Mothercare posts first half loss amid difficult trading conditions
In the 28 weeks to 8 October, UK like-for-like sales edged down 0.7% while total sales declined by 2.3% to £231.2 million.
During the period, the UK business made an underlying loss of £8.8 million compared to a loss of £6.1 million in the previous year.
The company said sales and margin growth stalled as a result of unseasonable weather and warehouse changes.
Across the Mothercare group, the company reported a pre-tax loss after exceptional items and non-underlying items of £0.8 million compared to a profit of £5.8 million in the same period last year.
The company said its international performance had been “solid” with a 7.7% total sales uplift despite volatile trading across the globe. On a like-for-like basis sales declined by 2.9%.

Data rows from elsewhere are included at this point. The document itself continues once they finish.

"""The review's three pictures (and the record's site plan), drawn from result objects.

Each picture is built once as a small scene of shapes in a y-down coordinate space
(:class:`Figure`); :func:`to_svg` turns it into an SVG string for the page and
:func:`to_reportlab` into a reportlab ``Drawing`` for the PDF, so screen and record show the
same thing. Nothing here computes engineering: the curves, the load point and the shares come
from ``design_core`` results; this module only scales and draws them.

Pictures:
- :func:`capacity_figure`: design (and ultimate) resistance against toe level, the design load
  line, the required toe, the design toe and the as-built toe.
- :func:`interaction_figure`: the section's N-M interaction with as-built cover and with design
  cover, and the load point.
- :func:`cap_plan_figure`: the cap in plan, design and as-built positions, deviation arrows at
  an exaggerated and stated scale, each pile's new share.
- :func:`site_plan_figure`: every pile of the project coloured by status, deviation arrows.
"""

from __future__ import annotations

import math
from dataclasses import dataclass, field
from typing import Any, Iterable, Sequence
from xml.sax.saxutils import escape, quoteattr

# Colours: high contrast; status is always also written in words (never colour alone).
INK = "#0a0a0a"
MUTED = "#5a5a5a"
GRID = "#d0d4d0"
OK = "#0b6b2f"
SHORT = "#a4000f"
DESIGN = "#1f4e9e"
ASBUILT = "#a4000f"
WARN = "#b35c00"

STATUS_COLOURS = {
    "planned": "#9a9a9a",
    "recording": "#6b6b00",
    "meets": OK,
    "needs": SHORT,
    "signed": "#1f4e9e",
    "remedial": WARN,
    "rejected": "#5b2a86",
}
STATUS_LABELS = {
    "planned": "planned",
    "recording": "being recorded",
    "meets": "meets design, unsigned",
    "needs": "needs engineer",
    "signed": "signed",
    "remedial": "signed: remedial",
    "rejected": "signed: rejected",
}


# --- the scene --------------------------------------------------------------------------------

@dataclass(frozen=True)
class Line:
    """A straight line from (x1, y1) to (x2, y2)."""

    x1: float
    y1: float
    x2: float
    y2: float
    stroke: str = INK
    width: float = 1.0
    dash: tuple[float, ...] | None = None


@dataclass(frozen=True)
class Polyline:
    """Connected points; closed and filled when ``fill`` is given."""

    points: tuple[tuple[float, float], ...]
    stroke: str | None = INK
    width: float = 1.0
    dash: tuple[float, ...] | None = None
    fill: str | None = None


@dataclass(frozen=True)
class Circle:
    """A circle centred at (cx, cy)."""

    cx: float
    cy: float
    r: float
    stroke: str | None = INK
    fill: str | None = None
    width: float = 1.0
    dash: tuple[float, ...] | None = None


@dataclass(frozen=True)
class Rect:
    """A rectangle with its top-left corner at (x, y)."""

    x: float
    y: float
    w: float
    h: float
    stroke: str | None = INK
    fill: str | None = None
    width: float = 1.0


@dataclass(frozen=True)
class Text:
    """Text with its baseline at y; anchor start, middle or end."""

    x: float
    y: float
    text: str
    size: float = 9.0
    anchor: str = "start"
    fill: str = INK
    bold: bool = False


Shape = Line | Polyline | Circle | Rect | Text


@dataclass
class Figure:
    """A picture: size in drawing units (1 unit = 1 px on screen, 1 pt in the PDF), y down.
    The title is drawn at the top left."""

    width: float
    height: float
    title: str
    items: list = field(default_factory=list)
    note: str = ""

    def __post_init__(self):
        if self.title:
            self.items.append(Text(4, 12, self.title, 10, "start", INK, True))

    def add(self, *shapes: Shape) -> None:
        """Add shapes in drawing order."""
        self.items.extend(shapes)


def arrow(x1: float, y1: float, x2: float, y2: float, stroke: str = INK, width: float = 1.2,
          head: float = 6.0) -> list[Shape]:
    """A line from (x1, y1) with an arrow head at (x2, y2)."""
    length = math.hypot(x2 - x1, y2 - y1)
    if length < 1e-9:
        return []
    ux, uy = (x2 - x1) / length, (y2 - y1) / length
    head = min(head, length)
    bx, by = x2 - ux * head, y2 - uy * head
    px, py = -uy * head * 0.45, ux * head * 0.45
    return [Line(x1, y1, bx, by, stroke, width),
            Polyline(((x2, y2), (bx + px, by + py), (bx - px, by - py)), stroke=None, fill=stroke)]


def _thin(points: Iterable[tuple[float, float]], step: float = 0.8) -> tuple[tuple[float, float], ...]:
    """Drop points closer than ``step`` drawing units to the last one kept (the first and last
    are always kept): the line looks the same and draws faster."""
    pts = list(points)
    if len(pts) <= 2:
        return tuple(pts)
    kept = [pts[0]]
    for p in pts[1:-1]:
        if abs(p[0] - kept[-1][0]) + abs(p[1] - kept[-1][1]) >= step:
            kept.append(p)
    kept.append(pts[-1])
    return tuple(kept)


# --- scales -------------------------------------------------------------------------------------

def nice_ticks(lo: float, hi: float, count: int = 5) -> list[float]:
    """Round tick values (1, 2, 2.5, 5 x 10^k steps) covering [lo, hi]."""
    if not (math.isfinite(lo) and math.isfinite(hi)):
        return []
    if hi < lo:
        lo, hi = hi, lo
    if hi - lo < 1e-12:
        hi = lo + 1.0
    raw = (hi - lo) / max(count, 1)
    mag = 10 ** math.floor(math.log10(raw))
    step = next(m * mag for m in (1, 2, 2.5, 5, 10) if m * mag >= raw)
    start = math.floor(lo / step) * step
    ticks, t = [], start
    while t <= hi + step * 1e-6:
        ticks.append(round(t, 10))
        t += step
    return ticks


@dataclass(frozen=True)
class Axis:
    """A linear map from values [lo, hi] to drawing units [a, b]."""

    lo: float
    hi: float
    a: float
    b: float

    def __call__(self, v: float) -> float:
        """Drawing coordinate of value v."""
        return self.a + (v - self.lo) * (self.b - self.a) / (self.hi - self.lo)


def _fmt(v: float) -> str:
    if abs(v) >= 1000:
        return f"{v:,.0f}"
    if abs(v - round(v)) < 1e-9:
        return f"{v:.0f}"
    return f"{v:.1f}" if abs(v) >= 10 else f"{v:.2f}".rstrip("0").rstrip(".")


def _finite(values: Iterable[Any]) -> list[float]:
    out = []
    for v in values:
        try:
            f = float(v)
        except (TypeError, ValueError):
            continue
        if math.isfinite(f):
            out.append(f)
    return out


def _frame(fig: Figure, x: Axis, y: Axis, xticks: Sequence[float], yticks: Sequence[float],
           xlabel: str, ylabel: str) -> None:
    """Grid, frame, tick labels and axis titles."""
    left, right = min(x.a, x.b), max(x.a, x.b)
    top, bottom = min(y.a, y.b), max(y.a, y.b)
    for t in xticks:
        px = x(t)
        if left - 0.5 <= px <= right + 0.5:
            fig.add(Line(px, top, px, bottom, GRID, 0.6),
                    Text(px, bottom + 12, _fmt(t), 8, "middle", MUTED))
    for t in yticks:
        py = y(t)
        if top - 0.5 <= py <= bottom + 0.5:
            fig.add(Line(left, py, right, py, GRID, 0.6),
                    Text(left - 4, py + 3, _fmt(t), 8, "end", MUTED))
    fig.add(Rect(left, top, right - left, bottom - top, INK, None, 1.0),
            Text((left + right) / 2, bottom + 25, xlabel, 8.5, "middle"),
            Text(4, top - 8, ylabel, 8.5, "start"))


def _legend(fig: Figure, x: float, y: float, entries: Sequence[tuple[str, str, tuple | None, str]]) -> None:
    """Legend rows: (colour, label, dash, kind 'line' | 'dot')."""
    for i, (colour, label, dash, kind) in enumerate(entries):
        yy = y + i * 12
        if kind == "dot":
            fig.add(Circle(x + 8, yy - 3, 3.2, None, colour))
        else:
            fig.add(Line(x, yy - 3, x + 16, yy - 3, colour, 1.8, dash))
        fig.add(Text(x + 20, yy, label, 8))


def _legend_grid(fig: Figure, x: float, y: float, width: float,
                 entries: Sequence[tuple[str, str, tuple | None, str]], columns: int = 2) -> None:
    """Legend entries in columns, filled row by row."""
    col_w = width / columns
    for i, entry in enumerate(entries):
        _legend(fig, x + (i % columns) * col_w, y + (i // columns) * 12, [entry])


def empty_figure(title: str, message: str, width: float = 360, height: float = 120) -> Figure:
    """A placeholder that says why a picture cannot be drawn."""
    fig = Figure(width, height, title)
    fig.add(Rect(1, 1, width - 2, height - 2, MUTED, None, 0.8),
            Text(width / 2, height / 2 + 6, message, 8.5, "middle", MUTED))
    return fig


# --- 1. capacity against toe level ------------------------------------------------------------

def capacity_figure(curve: Any, design_load_kn: float | None, required_toe_m: float | None,
                    asbuilt_toe_m: float | None, design_toe_m: float | None,
                    width: float = 360, height: float = 280) -> Figure:
    """Resistance (kN, across) against toe level (m, up) with the load line and the toes.

    ``curve`` is a ``design_core`` CapacityCurve (``toe_levels``, ``design``, ``ultimate``
    arrays); levels are drawn with higher up.
    """
    title = "Capacity against toe level"
    if curve is None or len(getattr(curve, "toe_levels", ())) < 2:
        return empty_figure(title, "no capacity curve for this pile", width)
    z = _finite(curve.toe_levels)
    design = _finite(curve.design)
    ultimate = _finite(getattr(curve, "ultimate", ()))
    if len(z) != len(design) or len(z) < 2:
        return empty_figure(title, "the capacity curve is incomplete", width)
    levels = z + _finite([required_toe_m, asbuilt_toe_m, design_toe_m])
    forces = design + (ultimate if len(ultimate) == len(z) else []) + _finite([design_load_kn, 0.0])
    zlo, zhi = min(levels), max(levels)
    pad = max(0.05 * (zhi - zlo), 0.25)
    zlo, zhi = zlo - pad, zhi + pad
    fmax = max(forces) * 1.08 or 1.0
    plot = (46, 36, width - 12, height - 76)  # left, top, right, bottom
    x = Axis(0.0, fmax, plot[0], plot[2])
    y = Axis(zhi, zlo, plot[1], plot[3])
    fig = Figure(width, height, title)
    _frame(fig, x, y, nice_ticks(0, fmax), nice_ticks(zlo, zhi), "resistance (kN)", "toe level (m)")
    if len(ultimate) == len(z):
        fig.add(Polyline(_thin((x(f), y(v)) for v, f in zip(z, ultimate, strict=True)), MUTED, 1.0, (3, 2)))
    fig.add(Polyline(_thin((x(f), y(v)) for v, f in zip(z, design, strict=True)), DESIGN, 1.8))
    legend = [(DESIGN, "design resistance", None, "line")]
    if len(ultimate) == len(z):
        legend.append((MUTED, "ultimate", (3, 2), "line"))
    if design_load_kn is not None and math.isfinite(design_load_kn):
        px = x(design_load_kn)
        fig.add(Line(px, plot[1], px, plot[3], INK, 1.4, (6, 3)),
                Text(px + 3, plot[1] + 10, f"load {_fmt(design_load_kn)} kN", 8, "start", INK, True))
    if required_toe_m is not None and math.isfinite(required_toe_m):
        py = y(required_toe_m)
        fig.add(Line(plot[0], py, plot[2], py, WARN, 1.4, (4, 2)))
        legend.append((WARN, f"required toe {required_toe_m:.2f} m", (4, 2), "line"))
    elif design_load_kn is not None:
        legend.append((WARN, "no toe in the curve reaches the load", None, "dot"))
    if design_toe_m is not None and math.isfinite(design_toe_m):
        py = y(design_toe_m)
        fig.add(Line(plot[0], py, plot[2], py, DESIGN, 1.0, (1.5, 2)))
        legend.append((DESIGN, f"design toe {design_toe_m:.2f} m", (1.5, 2), "line"))
    if asbuilt_toe_m is not None and math.isfinite(asbuilt_toe_m):
        py = y(asbuilt_toe_m)
        known = required_toe_m is not None and math.isfinite(required_toe_m)
        short = known and asbuilt_toe_m > required_toe_m + 1e-9
        colour = (SHORT if short else OK) if known else INK
        fig.add(Line(plot[0], py, plot[2], py, colour, 2.2),
                Text(plot[0] + 4, py - 4, f"as-built toe {asbuilt_toe_m:.2f} m"
                     + (" (above required)" if short else ""),
                     8.5, "start", colour, True))
        legend.append((colour, f"as-built toe {asbuilt_toe_m:.2f} m", None, "line"))
    else:
        fig.note = "as-built toe not recorded"
        legend.append((MUTED, "as-built toe not recorded", None, "dot"))
    _legend_grid(fig, plot[0], plot[3] + 40, width - plot[0] - 4, legend)
    return fig


# --- 2. axial force - moment interaction --------------------------------------------------------

def _curve_points(curve: Any, factor: float = 1.0) -> tuple[list[float], list[float]]:
    n = _finite(getattr(curve, "n", ()))
    m = _finite(getattr(curve, "m", ()))
    if len(n) != len(m):
        return [], []
    return [factor * v for v in n], [factor * v for v in m]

Mark Newton-Jones, Mothercare chief executive, said: "We are now in the second year of the turnaround of Mothercare, and we are continuing to make major changes in the business
"The last six months have been challenging and, not withstanding our progress with our strategic pillars, our sales and margin stalled in the period. There are two factors at play here - firstly the widely reported slowdown in sales across the high street due to unseasonal weather through the spring/summer season, resulting in higher markdown.
“Secondly, whilst our planned warehouse infrastructure change has been successfully completed, it did mean a reduced flow of product for eight weeks in the summer and a one-off increase in operational costs as the systems bedded in.”
Mothercare said it competed 32 store refurbishments in the period which now means that around 60% of its store estate is in the new modern format.
Its warehouse infrastructure and systems have also been changed with the first phase completed.
Newton-Jones added: "While conditions in the first half have been challenging, the second half has started in line with our plans and the business is well prepared for the important peak season. We expect to make further progress in the second half which will partially compensate for the effect of the headwinds experienced in H1.
"We continue to see opportunities to further develop and improve our business both here in the UK and in our international markets. Our vision remains clear: to be the leading global retailer for parents and young children."